Associate Professor
B.A. English, Boston University, 1969
M.A. English Education, New York University, 1971
Ph.D. English, New York University, 1977
Sharon Friedman’s teaching and research interests are in the areas of literary and dramatic criticism, feminist criticism, theories of adaptation and critical writing across the curriculum. Her publications include “Feminism as Theme in Twentieth-Century American Women’s Drama” in
American Studies , “Revisioning the Woman’s Part in Paula Vogel’s Desdemona” in
New Theatre Quarterly , “Honor or Virtue Unrewarded: Susan Glaspell’s Challenge to Ideologies of Sexual Conduct and the Discourse of Intimacy” in
New England Theatre Journal, “’Sounds Indistinguishable from Sights’: Staging Subjectivity in Katie Mitchell’s Waves” in
Text and Performance, and her most recent article, "The Gendered Terrain in Contemporary Theatre of War by Women" in
Project Muse.
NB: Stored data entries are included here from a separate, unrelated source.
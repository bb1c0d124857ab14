import {
  describePlateIssue,
  MAX_PLATE_ISSUES,
  type PlateIssue,
  type PlateIssueCode,
} from '@/schemas/plate';

/**
 * A plate file or plate map that cannot be imported. Nothing is returned alongside it: either the
 * whole file reads cleanly or the caller gets every problem found (the first MAX_PLATE_ISSUES of
 * them, in file order) and `totalIssues` says how many there were in all.
 */
export class PlateImportError extends Error {
  readonly code = 'PLATE_IMPORT_FAILED' as const;
  readonly issues: PlateIssue[];
  readonly totalIssues: number;

  constructor(issues: PlateIssue[], totalIssues: number = issues.length) {
    const first = issues[0];
    const summary = first ? describePlateIssue(first) : 'unknown problem';
    const more = totalIssues > 1 ? ` (and ${totalIssues - 1} more)` : '';
    super(`The plate file could not be imported: ${summary}${more}`);
    this.name = 'PlateImportError';
    this.issues = issues;
    this.totalIssues = totalIssues;
  }
}

export interface IssueLocation {
  row?: number | null;
  column?: string | null;
  columnNumber?: number | null;
}

/** Collects issues up to the cap and keeps counting past it. */
export class IssueList {
  private readonly items: PlateIssue[] = [];
  private count = 0;

  constructor(private readonly cap: number = MAX_PLATE_ISSUES) {}

  add(code: PlateIssueCode, message: string, at: IssueLocation = {}): void {
    this.count += 1;
    if (this.items.length < this.cap) {
      this.items.push({
        code,
        row: at.row ?? null,
        column: at.column ?? null,
        columnNumber: at.columnNumber ?? null,
        message,
      });
    }
  }

  get size(): number {
    return this.count;
  }

  throwIfAny(): void {
    if (this.count > 0) this.fail();
  }

  /** Throws what has been collected; call only after adding at least one issue. */
  fail(): never {
    throw new PlateImportError([...this.items], this.count);
  }
}

/** Throws a PlateImportError with a single issue. */
export function failWith(code: PlateIssueCode, message: string, at: IssueLocation = {}): never {
  const list = new IssueList();
  list.add(code, message, at);
  return list.fail();
}
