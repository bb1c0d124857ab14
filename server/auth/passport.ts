import type { Express, RequestHandler } from 'express';
import { Passport, type PassportStatic } from 'passport';
import type { Sequelize } from 'sequelize';

export type CristaePassport = InstanceType<PassportStatic['Passport']>;
import { Strategy as LocalStrategy } from 'passport-local';
import type { SessionUser } from '@/schemas/user';
import { findSessionAccount } from '../modules/users/users.repository';
import { checkCredentials, type SignedInAccount } from './sign-in';

/** What the session stores: the account and the session generation it was opened under. */
type StoredLogin = { id: number; gen: number };

// The generation travels beside the user object handed to req.login, never inside it (req.user is sent as JSON).
const generations = new WeakMap<object, number>();

/** The user object to hand to req.login for an account checked at this generation. */
export function loginUser(account: SignedInAccount): SessionUser {
  const user = { ...account.user };
  generations.set(user, account.generation);
  return user;
}

function readStored(stored: unknown): StoredLogin | null {
  // Sessions opened before generations existed stored the bare id; they belong to generation 0.
  if (typeof stored === 'number') return { id: stored, gen: 0 };
  const s = stored as Partial<StoredLogin> | null;
  return s && typeof s.id === 'number' && typeof s.gen === 'number' ? { id: s.id, gen: s.gen } : null;
}

/** The account id a stored session belongs to, or null (used to end every session of one account). */
export function storedLoginUserId(stored: unknown): number | null {
  return readStored(stored)?.id ?? null;
}

/** A passport instance per app, so tests with several apps never share strategies. */
export function createPassport(sequelize: Sequelize): CristaePassport {
  const passport = new Passport();
  passport.use(
    new LocalStrategy({ usernameField: 'email', passwordField: 'password' }, (email, password, done) => {
      checkCredentials(sequelize, email, password).then(
        (account) => done(null, loginUser(account)),
        (err: unknown) => done(err),
      );
    }),
  );
  passport.serializeUser((user, done) => {
    const gen = generations.get(user);
    if (gen === undefined) return done(new Error('A session can only be opened for a checked account'));
    done(null, { id: user.id, gen } satisfies StoredLogin);
  });
  passport.deserializeUser((stored: unknown, done) => {
    deserialize(stored).then(
      (user) => done(null, user),
      (err: unknown) => done(err),
    );
  });
  return passport;
}

/** The signed-in user a stored login stands for, or false when that login has ended. */
async function deserialize(stored: unknown): Promise<SessionUser | false> {
  const login = readStored(stored);
  if (!login) return false;
  const a = await findSessionAccount(login.id);
  // A deactivated account, or a password changed or reset since this session opened, ends the session.
  return a && a.generation === login.gen ? a.user : false;
}

/**
 * What `passport.initialize()` and `passport.session()` do for every request, done with less work: the
 * request helpers initialize() copies onto each request (req.login, req.logout, req.isAuthenticated, the
 * session manager) are put once on the app's request prototype, which every request inherits from, by running
 * initialize() against it; and the session's stored login is turned into req.user the way passport's session
 * strategy does it (a login that has ended is removed from the session and the request goes on signed out),
 * without building a strategy object per request.
 */
export function sessionUsers(app: Express, passport: CristaePassport): RequestHandler {
  passport.initialize()(app.request, {} as never, () => undefined);
  return (req, _res, next) => {
    if (!req.session) return next(new Error('Login sessions require session support'));
    const login = (req.session as { passport?: { user?: unknown } }).passport;
    const stored = login?.user;
    if (!stored && stored !== 0) return next();
    deserialize(stored).then(
      (user) => {
        if (user) req.user = user;
        else delete login!.user;
        next();
      },
      (err: unknown) => next(err),
    );
  };
}
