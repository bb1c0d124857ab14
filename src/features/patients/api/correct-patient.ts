import { useMutation, useQueryClient } from '@tanstack/react-query';
import { api } from '@/lib/api-client';
import { patientSchema, type UpdatePatientInput } from '@/schemas/case';
import { patientQueries } from './patient-queries';

/** PATCH /api/patients/:id. Cases show the patient's name, so every cached list and case is refetched. */
export function useCorrectPatient(id: number) {
  const qc = useQueryClient();
  return useMutation({
    mutationFn: (input: UpdatePatientInput) => api.patch(`/api/patients/${id}`, input, patientSchema),
    onSuccess: async (patient) => {
      qc.setQueryData(patientQueries.detail(patient.id).queryKey, patient);
      await qc.invalidateQueries();
    },
  });
}
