import { spawnSync } from 'node:child_process';
import fs from 'node:fs';
import os from 'node:os';
import path from 'node:path';
import { buildSync } from 'esbuild';
import { afterAll, describe, expect, it } from 'vitest';

// The compiled server runs without --enable-source-maps; its error log maps stacks itself. The map here is
// written by esbuild (Source Map Revision 3 [confirmed]), independent of the code under test.
const dir = fs.mkdtempSync(path.join(os.tmpdir(), 'cristae-stack-'));
afterAll(() => fs.rmSync(dir, { recursive: true, force: true }));

describe('source-mapped error logs of the compiled server', () => {
  it('when compiled code throws and the error is logged, then the stack names the TypeScript file and line', () => {
    const entry = path.join(dir, 'boom.ts');
    const logModule = path.resolve(import.meta.dirname, '../../../../server/lib/log.ts');
    fs.writeFileSync(
      entry,
      [
        `import { logError } from ${JSON.stringify(logModule)};`,
        'function explode(): never {',
        "  throw new Error('boom');",
        '}',
        "try { explode(); } catch (err) { logError(err, 'test'); }",
        '',
      ].join('\n'),
    );
    const outfile = path.join(dir, 'out', 'boom.js');
    buildSync({ entryPoints: [entry], bundle: true, format: 'esm', platform: 'node', outfile, sourcemap: 'linked', logLevel: 'silent' });
    const { stderr } = spawnSync(process.execPath, [outfile], { encoding: 'utf8' });
    const logged = JSON.parse(
      stderr
        .split('\n')
        .find((l) => l.includes('"level":"error"'))!,
    ) as { stack: string };
    expect(logged.stack).toContain(`at explode (${entry}:3:9)`);
    expect(logged.stack).not.toContain('boom.js');
  });
});
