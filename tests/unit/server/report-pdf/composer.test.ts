import PDFDocument from 'pdfkit';
import { beforeAll, describe, expect, it } from 'vitest';
import { COLORS, Composer, CONTENT_WIDTH, PAGE, STYLES } from '../../../../server/domain/report-pdf/layout';
import { renderReportPdf } from '../../../../server/domain/report-pdf/render-report-pdf';
import { registerFonts, textWidth } from '../../../../server/domain/report-pdf/text';
import {
  buildCorrectedReportDocument,
  buildRejectedReportDocument,
  buildTwoSpecimenReportDocument,
} from '../../../factories/report-document';
import { readDrawing, type DrawnPage } from '../../../factories/pdf-drawing';
import { readPdf } from '../../../factories/pdf-text';
import { faceBottom, latin1InkExtent } from '../../../factories/font-extent';

/*
 * The page geometry and the Composer (layout.ts) checked on PDFs read back with pdfjs-dist, against rules from
 * outside the code:
 * - ISO 216 A4 is 210 × 297 mm = 595.28 × 841.89 pt (1 pt = 1/72 in) [confirmed];
 * - body text is set with a leading of about 120–145% of the type size, and the first baseline of a line box sits
 *   below its top by at least the cap height (about 0.7 em for IBM Plex Sans) and less than the full size plus
 *   a little [common practice];
 * - a heading is never left alone at the foot of a page without room for what follows it [common practice];
 * - text contrast: WCAG 2.1 SC 1.4.3 asks for a contrast ratio of at least 4.5:1 for text under 18 pt, with
 *   relative luminance and ratio as defined in WCAG 2.1's glossary (sRGB, (L1 + 0.05)/(L2 + 0.05)) [confirmed];
 * - the ink of a line stays inside the line box the layout reserved for it, so nothing the layout placed above or
 *   below (a rule, a shaded row, the running header) touches its letters; the letters' real extent is read from the
 *   shipped font files with fontkit (tests/factories/font-extent.ts) [common practice];
 * - something that exactly fits above the content bottom stays on the page ("Content never goes below this",
 *   layout.ts's stated contract: reaching it is allowed) [derived].
 */
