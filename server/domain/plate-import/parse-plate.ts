import { parse as parseCsv, CsvError } from 'csv-parse/sync';
import {
  describeWellRange,
  MIN_PLATE_READINGS,
  normaliseWellIdFor,
  plateDimensions,
  plateRowsOf,
  PLATE_TIME_COLUMN,
  type ParsedWell,
  type PlateDelimiter,
  type PlateFormat,
  type PlateParseResult,
} from '@/schemas/plate';
import { decodePlateText } from './decode-text';
import { IssueList } from './errors';

/*
 * Reads a Cristae kinetic plate file (docs/plate-file-format.md):
 *   # optional comment lines, "# key: value" kept as metadata
 *   time_s,A1,A2,...        header: time column first, then one column per well
 *   0,0.812,0.797,...        one row per reading: seconds, then absorbances
 * Comma or tab, chosen from the header line. Cells are read by csv-parse (RFC 4180 quoting); lines and the
 * comment block are found here so that every problem names its line. Every problem found is reported at once.
 */

const NUMBER_PATTERN = /^[+-]?(?:\d+\.?\d*|\.\d+)(?:[eE][+-]?\d+)?$/;
const METADATA_PATTERN = /^#\s*([A-Za-z][A-Za-z0-9_.-]*)\s*:\s*(.*?)\s*$/;
const CLOCK_PATTERN = /^\d{1,2}:\d{2}(?::\d{2}(?:\.\d+)?)?$/;
const DECIMAL_COMMA_PATTERN = /^[+-]?\d*,\d+$/;

const delimiterChar: Record<PlateDelimiter, string> = { comma: ',', tab: '\t' };
const delimiterName: Record<PlateDelimiter, string> = { comma: 'comma', tab: 'tab' };

/** Splits text into lines; CR LF, LF and a lone CR each end a line. */
function splitLines(text: string): string[] {
  return text.split(/\r\n|\r|\n/);
}

type CsvRecord = { row: number; cells: string[] };

/**
 * Reads the cells of `lines` (the file from `firstRow` on) with csv-parse: quoted cells may hold the separator
 * ("" inside stands for "), cells are trimmed, blank lines skipped. Each record keeps its 1-based line number.
 * An unclosed quote is reported at the line where it opens and ends the reading.
 */
function readCsvRecords(lines: string[], firstRow: number, delimiter: PlateDelimiter, issues: IssueList): CsvRecord[] {
  // One line ending for csv-parse; whitespace-only lines become empty so that they are skipped like blank ones.
  const csvLines = lines.map((l) => (l.trim() === '' ? '' : l));
  // The line (of csvLines, from 1) on which the last whole record ended.
  let lastRecordLine = 0;
  try {
    const records = parseCsv(csvLines.join('\n'), {
      delimiter: delimiterChar[delimiter],
      record_delimiter: '\n',
      relax_column_count: true,
      relax_quotes: true,
      skip_empty_lines: true,
      trim: true,
      bom: false,
      info: true,
      on_record: (record, context) => {
        lastRecordLine = context.lines;
        return record;
      },
    }) as unknown as { record: string[]; info: { lines: number } }[];
    return records.map(({ record, info }) => ({ row: firstRow + info.lines - 1, cells: record.map((c) => c.trim()) }));
  } catch (err) {
    if (!(err instanceof CsvError)) throw err;
    if (err.code === 'CSV_QUOTE_NOT_CLOSED') {
      // csv-parse stops at the end of the text; the open quote is on the first non-blank line after the last
      // whole record (csvLines[lastRecordLine] is the line after it).
      let i = lastRecordLine;
      while (csvLines[i] === '') i += 1;
      issues.add(
        'BAD_QUOTING',
        'A quoted cell is never closed: a double quote (") opens a cell that runs to the end of the file.',
        { row: firstRow + i },
      );
      return issues.fail();
    }
    // csv-parse counts lines from the start of the text it was given, not of the file: its message is not shown.
    const line = (err as CsvError & { lines?: number }).lines;
    issues.add(
      'BAD_QUOTING',
      err.code === 'CSV_NON_TRIMABLE_CHAR_AFTER_CLOSING_QUOTE'
        ? 'A quoted cell goes on after its closing quote ("): only spaces, the separator or the end of the line may follow it.'
        : `The cells cannot be read (${err.code}).`,
      { row: line === undefined ? null : firstRow + line - 1 },
    );
    return issues.fail();
  }
}

/** A plain decimal number (optionally with exponent); null for anything else. */
export function parseDecimal(cell: string): number | null {
  if (!NUMBER_PATTERN.test(cell)) return null;
  const v = Number(cell);
  return Number.isFinite(v) ? v : null;
}

type HeaderResult =
  | { ok: true; delimiter: PlateDelimiter; cells: string[] }
  | { ok: false };

function detectDelimiter(headerText: string, row: number, format: PlateFormat, issues: IssueList): HeaderResult {
  const tabs = headerText.split('\t').length - 1;
  const commas = headerText.split(',').length - 1;
  const semicolons = headerText.split(';').length - 1;
  if (tabs > 0 && commas > 0) {
    issues.add(
      'WRONG_DELIMITER',
      `The header mixes tabs (${tabs}) and commas (${commas}); use one separator: comma or tab.`,
      { row },
    );
    return { ok: false };
  }
  const delimiter: PlateDelimiter | null = tabs > 0 ? 'tab' : commas > 0 ? 'comma' : null;
  if (delimiter === null) {
    if (semicolons > 0) {
      issues.add(
        'WRONG_DELIMITER',
        'The file is separated by semicolons; Cristae reads comma-separated (CSV) or tab-separated files with a decimal point. Export again with a comma or tab separator.',
        { row },
      );
    } else if (/\S\s+\S/.test(headerText.trim())) {
      issues.add(
        'WRONG_DELIMITER',
        'The header is separated by spaces; separate columns with a comma or a tab.',
        { row },
      );
    } else {
      issues.add(
        'NO_WELL_COLUMNS',
        `The header has a single column; expected ${PLATE_TIME_COLUMN} followed by well columns (A1 to ${lastWellOf(format)}), separated by commas or tabs.`,
        { row },
      );
    }
    return { ok: false };
  }
  return { ok: true, delimiter, cells: readCsvRecords([headerText], row, delimiter, issues)[0]!.cells };
}

function lastWellOf(format: PlateFormat): string {
  return `${plateRowsOf(format).at(-1)!}${plateDimensions[format].columns}`;
}

interface WellColumn {
  well: string;
  header: string;
  columnNumber: number;
}

function readHeaderCells(
  cells: string[],
  row: number,
  format: PlateFormat,
  issues: IssueList,
): { wells: WellColumn[]; timeColumnOk: boolean } {
  const first = cells[0] ?? '';
  const timeColumnOk = first.toLowerCase() === PLATE_TIME_COLUMN;
  if (!timeColumnOk) {
    let hint = '';
    if (/^time/i.test(first)) hint = ` Times must be in seconds, in a column named ${PLATE_TIME_COLUMN}.`;
    else if (normaliseWellIdFor(first, format) !== null) hint = ' The time column must come before the wells.';
    issues.add(
      'BAD_TIME_COLUMN',
      `The first column must be ${PLATE_TIME_COLUMN} (seconds), found "${first}".${hint}`,
      { row, column: first === '' ? null : first, columnNumber: 1 },
    );
  }
  const wells: WellColumn[] = [];
  const seen = new Map<string, WellColumn>();
  cells.forEach((header, i) => {
    if (i === 0) return;
    const columnNumber = i + 1;
    if (header === '') {
      issues.add(
        'EMPTY_COLUMN_NAME',
        `Column ${columnNumber} has no name (an extra separator at the end of the line, or two in a row?).`,
        { row, columnNumber },
      );
      return;
    }
    if (header.toLowerCase() === PLATE_TIME_COLUMN) {
      issues.add('BAD_TIME_COLUMN', `${PLATE_TIME_COLUMN} must be the first column only.`, {
        row,
        column: header,
        columnNumber,
      });
      return;
    }
    const well = normaliseWellIdFor(header, format);
    if (well === null) {
      issues.add(
        'BAD_WELL_NAME',
        `"${header}" is not a well of a ${format}-well plate; well columns are named ${describeWellRange(format)}.`,
        { row, column: header, columnNumber },
      );
      return;
    }
    const earlier = seen.get(well);
    if (earlier) {
      issues.add(
        'DUPLICATE_WELL',
        `Well ${well} appears twice: "${earlier.header}" (column ${earlier.columnNumber}) and "${header}" (column ${columnNumber}).`,
        { row, column: header, columnNumber },
      );
      return;
    }
    const col = { well, header, columnNumber };
    seen.set(well, col);
    wells.push(col);
  });
  if (cells.length === 1 || (cells.length > 1 && cells.slice(1).every((c) => c === ''))) {
    issues.add('NO_WELL_COLUMNS', 'The header has no well columns after the time column.', { row });
  }
  return { wells, timeColumnOk };
}

function notANumberMessage(cell: string, isTime: boolean): string {
  const shown = cell.length > 40 ? `${cell.slice(0, 40)}…` : cell;
  if (isTime && CLOCK_PATTERN.test(cell)) {
    return `Time "${shown}" is a clock time; write times as seconds (e.g. 90 for 1:30).`;
  }
  // In a comma file such a cell was quoted, as spreadsheets set to a decimal comma write it.
  if (DECIMAL_COMMA_PATTERN.test(cell)) {
    return `"${shown}" uses a decimal comma; write numbers with a decimal point (e.g. 0.512).`;
  }
  return isTime
    ? `Time "${shown}" is not a number of seconds.`
    : `"${shown}" is not a number; every reading must be a decimal number such as 0.512.`;
}

/**
 * Parses an uploaded kinetic plate file of a 24-, 96- (default) or 384-well plate. Takes the raw bytes
 * (preferred: the UTF-8 check needs them) or already-decoded text. Returns the readings of every well
 * column, or throws PlateImportError listing every problem found.
 */
export function parsePlateFile(input: Uint8Array | string, format: PlateFormat = 96): PlateParseResult {
  const text = decodePlateText(input);
  const lines = splitLines(text);
  // Annotated so that TypeScript treats issues.fail() (returns never) as ending the path.
  const issues: IssueList = new IssueList();

  // Comments and blank lines before the header. A Map keeps comment keys plain data.
  const metadata = new Map<string, { value: string; row: number }>();
  let headerIndex = -1;
  for (let i = 0; i < lines.length; i += 1) {
    const line = lines[i]!;
    const trimmed = line.trim();
    if (trimmed === '') continue;
    if (trimmed.startsWith('#')) {
      const m = METADATA_PATTERN.exec(trimmed);
      if (m) {
        const key = m[1]!.toLowerCase();
        const earlier = metadata.get(key);
        if (earlier) {
          issues.add(
            'BAD_METADATA',
            `The comment key "${key}" is given twice (first on line ${earlier.row}).`,
            { row: i + 1 },
          );
        } else {
          metadata.set(key, { value: m[2]!, row: i + 1 });
        }
      }
      continue;
    }
    headerIndex = i;
    break;
  }
  if (headerIndex === -1) {
    issues.add(
      'EMPTY_FILE',
      `The file has no header line: expected a line such as "${PLATE_TIME_COLUMN},A1,A2" after any # comment lines.`,
    );
    issues.fail();
  }

  let wavelengthNm: number | null = null;
  const wavelength = metadata.get('wavelength_nm');
  if (wavelength !== undefined) {
    const v = parseDecimal(wavelength.value);
    if (v === null || v <= 0) {
      issues.add(
        'BAD_METADATA',
        `wavelength_nm must be a positive number of nanometres, found "${wavelength.value}".`,
        { row: wavelength.row },
      );
    } else {
      wavelengthNm = v;
    }
  }

  const headerRow = headerIndex + 1;
  const header = detectDelimiter(lines[headerIndex]!, headerRow, format, issues);
  if (!header.ok) issues.fail();
  const { delimiter, cells: headerCells } = header;
  const { wells: wellColumns, timeColumnOk } = readHeaderCells(headerCells, headerRow, format, issues);
  const width = headerCells.length;

  const timesS: number[] = [];
  const readings: number[][] = wellColumns.map(() => []);
  let dataRows = 0;
  let previous: { t: number; row: number } | null = null;

  for (const { row, cells } of readCsvRecords(lines.slice(headerIndex + 1), headerRow + 1, delimiter, issues)) {
    const line = lines[row - 1]!;
    if (line.trimStart().startsWith('#')) {
      issues.add(
        'COMMENT_AFTER_HEADER',
        'Comment lines (#) belong above the header; below it every line is a reading.',
        { row },
      );
      continue;
    }
    dataRows += 1;
    if (cells.length !== width) {
      let hint = '';
      if (cells.length === 1 && line.includes(';')) hint = ' The line is separated by semicolons.';
      else if (delimiter === 'comma' && cells.length > width)
        hint = ' If the numbers use a decimal comma, it splits each into two cells: use a decimal point.';
      else if (delimiter === 'comma' && line.includes('\t')) hint = ' The line is separated by tabs.';
      else if (delimiter === 'tab' && cells.length === 1 && line.includes(','))
        hint = ' The line is separated by commas.';
      const missingHeader = cells.length < width ? headerCells[cells.length] : undefined;
      issues.add(
        'COLUMN_COUNT',
        `Expected ${width} ${delimiterName[delimiter]}-separated cells as in the header (line ${headerRow}), found ${cells.length}.${hint}`,
        cells.length < width
          ? { row, column: missingHeader || null, columnNumber: cells.length + 1 }
          : { row, columnNumber: width + 1 },
      );
      continue;
    }

    const timeCell = cells[0]!;
    const t = parseDecimal(timeCell);
    if (!timeColumnOk) {
      // The first column is not a time column (already reported): checking it as times would
      // only repeat that problem on every line.
    } else if (timeCell === '') {
      issues.add('EMPTY_CELL', 'The time is missing.', {
        row,
        column: headerCells[0] || null,
        columnNumber: 1,
      });
    } else if (t === null) {
      issues.add('NOT_A_NUMBER', notANumberMessage(timeCell, true), {
        row,
        column: headerCells[0] || null,
        columnNumber: 1,
      });
    } else {
      if (previous !== null && !(t > previous.t)) {
        issues.add(
          'TIME_NOT_INCREASING',
          `Time ${timeCell} s is not later than ${previous.t} s on line ${previous.row}; times must strictly increase.`,
          { row, column: headerCells[0] || null, columnNumber: 1 },
        );
      }
      previous = { t, row };
      timesS.push(t);
    }

    wellColumns.forEach((col, k) => {
      const cell = cells[col.columnNumber - 1]!;
      const a = parseDecimal(cell);
      if (cell === '') {
        issues.add('EMPTY_CELL', `No reading for well ${col.well}.`, {
          row,
          column: col.header,
          columnNumber: col.columnNumber,
        });
      } else if (a === null) {
        issues.add('NOT_A_NUMBER', notANumberMessage(cell, false), {
          row,
          column: col.header,
          columnNumber: col.columnNumber,
        });
      } else {
        readings[k]!.push(a);
      }
    });
  }

  if (dataRows === 0) {
    issues.add(
      'HEADER_ONLY',
      'The file has a header but no readings below it.',
      { row: headerRow },
    );
  } else if (dataRows < MIN_PLATE_READINGS) {
    issues.add(
      'TOO_FEW_READINGS',
      `The file has ${dataRows} reading; at least ${MIN_PLATE_READINGS} are needed to follow a rate.`,
      { row: headerRow },
    );
  }

  issues.throwIfAny();

  const wells: ParsedWell[] = wellColumns.map((col, k) => ({
    well: col.well,
    header: col.header,
    columnNumber: col.columnNumber,
    absorbances: readings[k]!,
  }));
  return {
    delimiter,
    headerLine: headerRow,
    metadata: Object.fromEntries([...metadata].map(([k, v]) => [k, v.value])),
    wavelengthNm,
    timesS,
    wells,
  };
}
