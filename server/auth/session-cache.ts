import type { Store } from 'express-session';

type SessionStoreLike = Pick<Store, 'get' | 'set' | 'destroy' | 'touch'>;

const TOUCH_EVERY_MS = 60_000;
const MAX_ENTRIES = 10_000;

// Every cache made in this process, so ending an account's sessions can drop them from all of them.
const caches = new Set<{ cache: Map<string, string>; lastTouch: Map<string, number> }>();

/** Drops these sessions from every in-memory cache (their rows have been deleted). */
export function forgetCachedSessions(sids: readonly string[]): void {
  for (const c of caches) {
    for (const sid of sids) {
      c.cache.delete(sid);
      c.lastTouch.delete(sid);
    }
  }
}

/**
 * Sessions stay in SQLite (they survive a restart), but a single server process need not read the same row on
 * every request nor write its expiry each time: reads are served from memory, written through on every change
 * and dropped on sign-out; a rolling expiry is written at most once a minute per session, which keeps the
 * eight-hour idle limit to within a minute.
 */
export function cacheSessionReads(store: SessionStoreLike): void {
  const cache = new Map<string, string>();
  const lastTouch = new Map<string, number>();
  caches.add({ cache, lastTouch });
  const remember = (sid: string, data: unknown) => {
    if (cache.size >= MAX_ENTRIES) cache.clear();
    cache.set(sid, JSON.stringify(data));
  };

  const get = store.get.bind(store);
  const set = store.set.bind(store);
  const destroy = store.destroy.bind(store);
  const touch = store.touch!.bind(store);

  store.get = (sid, callback) => {
    const hit = cache.get(sid);
    if (hit !== undefined) {
      const data = JSON.parse(hit) as { cookie?: { expires?: string } };
      // An expired session is not served from memory: the store decides, as it would without the cache.
      if (!data.cookie?.expires || new Date(data.cookie.expires) > new Date()) return callback(null, data as never);
      cache.delete(sid);
    }
    get(sid, (err, session) => {
      if (!err && session) remember(sid, session);
      callback(err, session);
    });
  };
  store.set = (sid, session, callback) => {
    cache.delete(sid);
    set(sid, session, (err?: unknown) => {
      if (!err) remember(sid, session);
      callback?.(err);
    });
  };
  store.destroy = (sid, callback) => {
    cache.delete(sid);
    lastTouch.delete(sid);
    destroy(sid, callback);
  };
  store.touch = (sid, session, callback) => {
    if (cache.has(sid)) remember(sid, session);
    const now = Date.now();
    if (now - (lastTouch.get(sid) ?? 0) < TOUCH_EVERY_MS) return callback?.();
    if (lastTouch.size >= MAX_ENTRIES) lastTouch.clear();
    lastTouch.set(sid, now);
    touch(sid, session, callback);
  };
}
Other essays have appeared in
Contemporary Authors Bibliographical Series: American Dramatists ,
TDR ,
Women and Performance ,
Susan Glaspell: Essays on Her Theater and Fiction and
Codifying the National Self: Spectators, Actors, and the American Dramatic Text . She is coauthor of
Writing and Thinking in the Social Sciences , and her most recent publication is an edited volume entitled
Feminist Theatrical Revisions of Classic Works (McFarland, 2008). Her courses include Literary Forms and the Craft of Criticism, Text and Performance (cotaught with Professor Julie Malnig), The Art of the Personal Essay and Revisioning the Classics. In 1988, she was the recipient of New York University’s Distinguished Teaching Award.